Alors que les bilans officiels gazaouis ont été pointés du doigt, les données indépendantes d’AirWars peuvent aussi servir de point de référence. Concernant la frappe de Jabalia, l’ONG estime donc les pertes civiles à une fourchette comprise entre 126 et 136 morts. A quoi s’ajoutent entre 12 et 24 belligérants tués, et 280 blessés. Le ministère de la santé palestinien avait d’abord recensé 50 tués, avant d’évoquer 400 victimes, blessés et tués confondus. Le Hamas avait ensuite fait état de 195 morts, sur l’ensemble des frappes sur le camp, sur les deux journées du mardi et du mercredi. Enfin, le directeur de l’hôpital indonésien, Mohamed el-Ron, avait lui recensé 400 personnes touchées dont 120 morts par la première frappe. Des chiffres qui sont proches de ceux reconstitués par AirWars a posteriori. Cette relative correspondance des chiffres, portant sur une frappe, ne peut suffire à attester de la validité globale des données du Hamas, mais le travail de l’ONG met clairement à mal l’affirmation selon laquelle le nombre des victimes serait systématiquement majoré par les sources gazaouies.

Quand cela était possible, Airwars a également effectué des recoupements entre les noms des personnes tuées qu’elle a identifiées et les noms figurant sur la liste de personnes décédées qu’avait publiée le ministère le 26 octobre.
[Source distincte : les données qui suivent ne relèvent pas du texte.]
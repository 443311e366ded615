import { describe, expect, it } from 'vitest';
import {
  calibrateLocalVol,
  dupireLocalVol,
  localVolRepricing,
} from '../../../src/engine/calibration/localVolCalibration.ts';
import {
  butterflyG,
  fitSviSurface,
  sviDerivatives,
  sviW,
} from '../../../src/engine/calibration/sviSurface.ts';
import { gridQuotes } from '../../../src/engine/calibration/volGrid.ts';
import { makeCurve } from '../../../src/engine/market/index.ts';
import type { EquityQuote } from '../../../src/engine/market/types.ts';
import { FO_HESTON, flatCurveSpec, hestonGrid } from './syntheticMarket.ts';

const FULL = process.env.FT_PROFILE === 'full';
const curveSpec = flatCurveSpec('DOM', 0.03);
const curve = makeCurve(curveSpec);

describe('SVI surface', () => {
  it('flags the Vogt parameters as butterfly arbitrage (g < 0 somewhere)', () => {
    // Gatheral & Jacquier (2014), Sec. 5.1 (example attributed to Axel Vogt): a = −0.0410, b = 0.1331, ρ = 0.3060,
    // m = 0.3586, σ = 0.4153, T = 1 — a raw SVI slice with negative density (from memory).
    const s = { a: -0.041, b: 0.1331, rho: 0.306, m: 0.3586, sigma: 0.4153 };
    let minG = Infinity;
    for (let k = -1.5; k <= 1.5; k += 0.01) {
      const { w1, w2 } = sviDerivatives(s, k);
      minG = Math.min(minG, butterflyG(sviW(s, k), w1, w2, k));
    }
    expect(minG).toBeLessThan(0);
  });

  it('fits a Heston-generated grid within 0.15 vol points with no arbitrage left on its k grid', () => {
    const g = hestonGrid({
      ccy: 'DOM',
      spot: 100,
      divYield: 0.01,
      curve: curveSpec,
      heston: FO_HESTON,
      expiries: [0.5, 1, 2, 3, 5],
      moneyness: [0.7, 0.8, 0.9, 1, 1.1, 1.2, 1.3],
    });
    const s = fitSviSurface(g, curve, 'equities.EQD');
    expect(s.maxAbsVolPoints).toBeLessThan(0.15);
    expect(s.warnings).toEqual([]);
  });
});

describe('Dupire local vol', () => {
  it('equals the flat implied vol on a flat grid (limit: no smile, no term structure)', () => {
    // Dupire (1994) / Gatheral (2006) eq. (1.10): with w = σ²T, ∂_T w = σ² and no k-dependence, σ_loc = σ.
    const flat: EquityQuote = {
      currency: 'DOM',
      spot: 100,
      divYield: 0,
      vols: {
        expiries: [0.5, 1, 2, 5],
        moneyness: [0.7, 0.85, 1, 1.15, 1.3],
        vols: [0, 1, 2, 3].map(() => [0.25, 0.25, 0.25, 0.25, 0.25]),
      },
    };
    const lv = calibrateLocalVol({ name: 'F', equity: flat, curve });
    for (const row of lv.dynamics.values) for (const v of row) expect(Math.abs(v - 0.25)).toBeLessThan(2e-3);
    expect(lv.flooredCells).toBe(0);
  });

  it('is floored and counted where the surface has calendar arbitrage (∂_T w < 0)', () => {
    const s = {
      slices: [
        { expiry: 1, a: 0.04, b: 0, rho: 0, m: 0, sigma: 0.1, rmseVolPoints: 0 },
        { expiry: 2, a: 0.03, b: 0, rho: 0, m: 0, sigma: 0.1, rmseVolPoints: 0 },
      ],
      warnings: [],
      maxAbsVolPoints: 0,
    };
    expect(dupireLocalVol(s, 1.5, 0)).toEqual({ vol: 0.01, floored: true });
  });

  it('reprices the grid vanillas by Monte Carlo within 3 SE (simulation layer, local-vol scheme)', () => {
    const g = hestonGrid({
      ccy: 'DOM',
      spot: 100,
      divYield: 0.01,
      curve: curveSpec,
      heston: FO_HESTON,
      expiries: [0.5, 1, 2, 3],
      moneyness: [0.7, 0.8, 0.9, 1, 1.1, 1.2, 1.3],
    });
    const lv = calibrateLocalVol({ name: 'EQD', equity: g, curve });
    const quotes = gridQuotes(g, curve, 'g').filter(
      (q) => (q.expiry === 1 || q.expiry === 3) && q.col >= 1 && q.col <= 5,
    );
    const r = localVolRepricing({
      name: 'EQD',
      currency: 'DOM',
      equity: g,
      curve,
      curveSpec,
      dynamics: lv.dynamics,
      quotes,
      paths: FULL ? 131072 : 24576,
      seed: 'lv-check',
    });
    for (const row of r.rows) {
      const info = JSON.stringify(row);
      expect(row.sePoints, `${info}: SE cap 0.2 vol points`).toBeLessThan(0.2);
      expect(Math.abs(row.errorPoints), info).toBeLessThan(3 * row.sePoints);
    }
    expect(r.within3Se).toBe(quotes.length);
  });
});
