/** Number formatting for screens: significant digits, percentages, basis points; never "NaN" for people. */

/** A number with `sig` significant digits (plain notation between 1e-4 and 1e9); '—' for missing values. */
export function num(x: number | null | undefined, sig = 5): string {
  if (x === null || x === undefined || Number.isNaN(x)) return '—';
  if (!Number.isFinite(x)) return x > 0 ? '∞' : '−∞';
  if (x === 0) return '0';
  const a = Math.abs(x);
  if (a >= 1e9 || a < 1e-4) return x.toExponential(Math.max(0, sig - 1)).replace('-', '−');
  const s = Number(x.toPrecision(sig)).toString();
  return s.startsWith('-') ? '−' + s.slice(1) : s;
}

/** A decimal as a percentage, e.g. 0.0235 → "2.35%". */
export function pct(x: number | null | undefined, decimals = 2): string {
  if (x === null || x === undefined || !Number.isFinite(x)) return '—';
  return `${(x * 100).toFixed(decimals).replace('-', '−')}%`;
}

/** A decimal as basis points, e.g. 0.0001 → "1.0 bp". */
export function bp(x: number | null | undefined, decimals = 1): string {
  if (x === null || x === undefined || !Number.isFinite(x)) return '—';
  return `${(x * 1e4).toFixed(decimals).replace('-', '−')} bp`;
}

/** Seconds, readable. */
export function secs(x: number | null | undefined): string {
  if (x === null || x === undefined || !Number.isFinite(x)) return '—';
  if (x < 1) return `${Math.round(x * 1000)} ms`;
  if (x < 120) return `${x.toFixed(1)} s`;
  return `${Math.floor(x / 60)} min ${Math.round(x % 60)} s`;
}

/** Parses a number typed by a person: accepts `1,000.5`, `2.5%` (→ 0.025), `25bp` (→ 0.0025), a leading `+`. */
export function parseNumber(text: string): number | null {
  let s = text.trim().replace(/[\s_]/g, '').replace(/,/g, '').replace('−', '-');
  if (s === '') return null;
  let scale = 1;
  if (/%$/.test(s)) {
    scale = 0.01;
    s = s.slice(0, -1);
  } else if (/bps?$/i.test(s)) {
    scale = 1e-4;
    s = s.replace(/bps?$/i, '');
  }
  if (!/^[+-]?(\d+\.?\d*|\.\d+)(e[+-]?\d+)?$/i.test(s)) return null;
  const v = Number(s) * scale;
  return Number.isFinite(v) ? v : null;
}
L’ONG note que l’écrasante majorité des noms identifiés figurent sur la liste des morts, comme l’explique sa directrice Emily Tripp : «Nous trouvons le plus souvent des correspondances, ce qui est un indice que ces données sont assez fiables.»

La méthode d’Airwars est née notamment du travail sur les frappes de la coalition contre l’Etat Islamique dirigée par les Etats-Unis en Irak et en Syrie. L’ONG avait trouvé des «divergences énorme entre les chiffres de civils tués donnés par les pays larguant des bombes et les civils vivant sous ses dernières. Le Royaume-Uni, a seulement admis avoir tué un civil, ce qui était complètement irréaliste quand on sait qu’ils ont largué des bombes sur des zones urbaines densément peuplées. C’est là que notre méthodologie est née. Pour filtrer l’environnement informationnel chaotique qu’est une zone de conflit.»

Plusieurs mois de travail nécessaires

Cette méthodologie passe principalement par l’agrégation d’éléments recueillis en sources ouvertes. Concrètement, les dizaines de chercheurs d’AirWars confrontent les images de la scène, les témoignages recueillis par des journalistes sur place, mais aussi les publications Facebook de familles, voisins, collègues, rapportant la mort de leurs proches dans des frappes. Toutes ces informations sont évaluées et rassemblées pour dresser un bilan de l’incident, une estimation haute et basse du nombre de morts civils (avec une marge d’erreur). Le type de projectile utilisé, mais aussi le nombre de combattants tués, si des informations à ce sujet sont disponibles, sont également précisés, tout comme le belligérant auteur de la frappe si cette dernière a été revendiquée ou attribuée.

Sur les 61 frappes recensées, l’armée israélienne est suspectée dans 60 cas, et a revendiqué une seule des frappes, celle sur Jabalia évoquée plus haut. Mais AirWars investigue de la même manière les incidents pour lesquels la responsabilité du Hamas ou d’autres groupes palestiniens est soupçonnée ou avérée. Ainsi, l’ONG travaille sur l’explosion survenue dans la cour de l’hôpital Al-Ahli où une roquette du Jihad islamique palestinien a vraisemblablement causé la mort de nombreux civils.

Du propre aveu de l’organisation, l’examen du millier d’incidents déjà recensés en attente de traitement demandera, des mois de travail. Alors que la trêve devrait s’achever en milieu de semaine, et les bombardements reprendre.